(Collected data entries)
[Start of section]

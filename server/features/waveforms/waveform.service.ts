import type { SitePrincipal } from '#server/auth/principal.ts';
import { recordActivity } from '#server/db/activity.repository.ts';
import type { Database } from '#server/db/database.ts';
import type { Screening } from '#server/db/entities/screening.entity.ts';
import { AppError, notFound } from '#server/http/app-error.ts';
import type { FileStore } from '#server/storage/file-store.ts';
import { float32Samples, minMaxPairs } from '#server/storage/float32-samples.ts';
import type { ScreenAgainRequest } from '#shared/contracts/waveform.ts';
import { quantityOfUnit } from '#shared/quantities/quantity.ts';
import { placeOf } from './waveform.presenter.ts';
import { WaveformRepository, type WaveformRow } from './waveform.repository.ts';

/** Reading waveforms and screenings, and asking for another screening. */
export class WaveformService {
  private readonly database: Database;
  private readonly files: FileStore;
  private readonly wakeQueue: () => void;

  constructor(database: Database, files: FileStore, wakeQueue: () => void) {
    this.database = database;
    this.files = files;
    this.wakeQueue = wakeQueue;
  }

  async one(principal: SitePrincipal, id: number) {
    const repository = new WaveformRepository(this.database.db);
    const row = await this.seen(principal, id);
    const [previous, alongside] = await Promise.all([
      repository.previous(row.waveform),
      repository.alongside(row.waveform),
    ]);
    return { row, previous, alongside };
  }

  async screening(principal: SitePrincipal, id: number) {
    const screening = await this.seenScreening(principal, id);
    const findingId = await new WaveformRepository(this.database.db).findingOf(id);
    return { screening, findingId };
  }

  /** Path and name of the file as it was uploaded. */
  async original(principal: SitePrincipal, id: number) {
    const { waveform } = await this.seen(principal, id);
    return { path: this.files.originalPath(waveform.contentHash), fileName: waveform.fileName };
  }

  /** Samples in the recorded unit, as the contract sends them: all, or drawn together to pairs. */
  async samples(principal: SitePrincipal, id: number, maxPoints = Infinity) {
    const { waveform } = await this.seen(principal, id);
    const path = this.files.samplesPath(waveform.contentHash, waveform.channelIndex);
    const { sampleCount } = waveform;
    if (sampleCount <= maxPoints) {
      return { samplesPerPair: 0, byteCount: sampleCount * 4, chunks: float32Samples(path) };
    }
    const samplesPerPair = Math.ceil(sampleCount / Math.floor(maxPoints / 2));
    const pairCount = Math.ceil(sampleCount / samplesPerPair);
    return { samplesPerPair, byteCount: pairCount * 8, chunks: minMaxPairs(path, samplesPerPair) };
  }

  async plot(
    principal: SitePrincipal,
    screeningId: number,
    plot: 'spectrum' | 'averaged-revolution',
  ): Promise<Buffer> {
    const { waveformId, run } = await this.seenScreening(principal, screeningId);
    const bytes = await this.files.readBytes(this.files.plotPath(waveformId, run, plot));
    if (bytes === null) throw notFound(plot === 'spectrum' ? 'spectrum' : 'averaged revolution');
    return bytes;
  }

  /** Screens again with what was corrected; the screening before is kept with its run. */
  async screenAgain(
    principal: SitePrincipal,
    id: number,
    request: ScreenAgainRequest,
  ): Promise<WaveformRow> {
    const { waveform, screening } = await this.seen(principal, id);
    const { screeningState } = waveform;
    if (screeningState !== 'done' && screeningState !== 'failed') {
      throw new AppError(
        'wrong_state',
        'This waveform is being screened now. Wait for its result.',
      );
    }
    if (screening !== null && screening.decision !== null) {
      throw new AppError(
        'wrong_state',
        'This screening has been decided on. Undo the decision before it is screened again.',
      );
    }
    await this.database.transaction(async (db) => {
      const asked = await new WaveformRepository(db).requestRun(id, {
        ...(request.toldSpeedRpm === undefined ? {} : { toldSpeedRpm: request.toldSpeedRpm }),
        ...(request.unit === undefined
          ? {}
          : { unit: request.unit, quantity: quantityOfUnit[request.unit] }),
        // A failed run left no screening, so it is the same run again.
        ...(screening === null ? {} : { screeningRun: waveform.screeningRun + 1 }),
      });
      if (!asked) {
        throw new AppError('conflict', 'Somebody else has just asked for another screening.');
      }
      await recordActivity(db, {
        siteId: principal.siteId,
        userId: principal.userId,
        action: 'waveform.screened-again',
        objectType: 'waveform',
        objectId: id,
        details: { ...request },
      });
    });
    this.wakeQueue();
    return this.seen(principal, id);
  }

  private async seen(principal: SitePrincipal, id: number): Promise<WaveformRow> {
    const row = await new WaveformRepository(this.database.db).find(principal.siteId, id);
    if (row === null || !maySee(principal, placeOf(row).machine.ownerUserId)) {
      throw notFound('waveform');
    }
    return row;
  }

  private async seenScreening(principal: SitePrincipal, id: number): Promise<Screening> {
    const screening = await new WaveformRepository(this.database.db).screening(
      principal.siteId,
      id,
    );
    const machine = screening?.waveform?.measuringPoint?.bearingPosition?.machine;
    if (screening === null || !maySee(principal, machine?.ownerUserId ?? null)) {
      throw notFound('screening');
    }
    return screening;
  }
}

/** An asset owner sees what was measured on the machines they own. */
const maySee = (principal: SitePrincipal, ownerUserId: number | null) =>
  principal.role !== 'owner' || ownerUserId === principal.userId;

[End of section]
[Start of section]

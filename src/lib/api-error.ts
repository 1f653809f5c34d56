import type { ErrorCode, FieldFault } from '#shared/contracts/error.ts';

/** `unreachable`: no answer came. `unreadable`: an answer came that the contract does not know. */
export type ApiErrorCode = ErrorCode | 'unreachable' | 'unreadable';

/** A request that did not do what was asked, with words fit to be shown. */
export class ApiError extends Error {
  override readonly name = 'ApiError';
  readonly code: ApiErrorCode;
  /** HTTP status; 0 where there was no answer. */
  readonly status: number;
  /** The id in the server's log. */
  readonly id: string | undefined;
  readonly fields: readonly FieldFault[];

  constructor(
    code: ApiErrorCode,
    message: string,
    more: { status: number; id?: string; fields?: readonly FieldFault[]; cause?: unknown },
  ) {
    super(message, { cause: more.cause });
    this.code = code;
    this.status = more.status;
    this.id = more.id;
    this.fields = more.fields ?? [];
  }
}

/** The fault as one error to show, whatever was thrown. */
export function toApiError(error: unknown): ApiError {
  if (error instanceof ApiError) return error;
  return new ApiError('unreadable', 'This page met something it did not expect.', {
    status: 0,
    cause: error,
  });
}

[End of section]

Note each line of the entries that has "cause" in it, and copy those lines.

- Your response:
    more: { status: number; id?: string; fields?: readonly FieldFault[]; cause?: unknown },
    super(message, { cause: more.cause });
    cause: error,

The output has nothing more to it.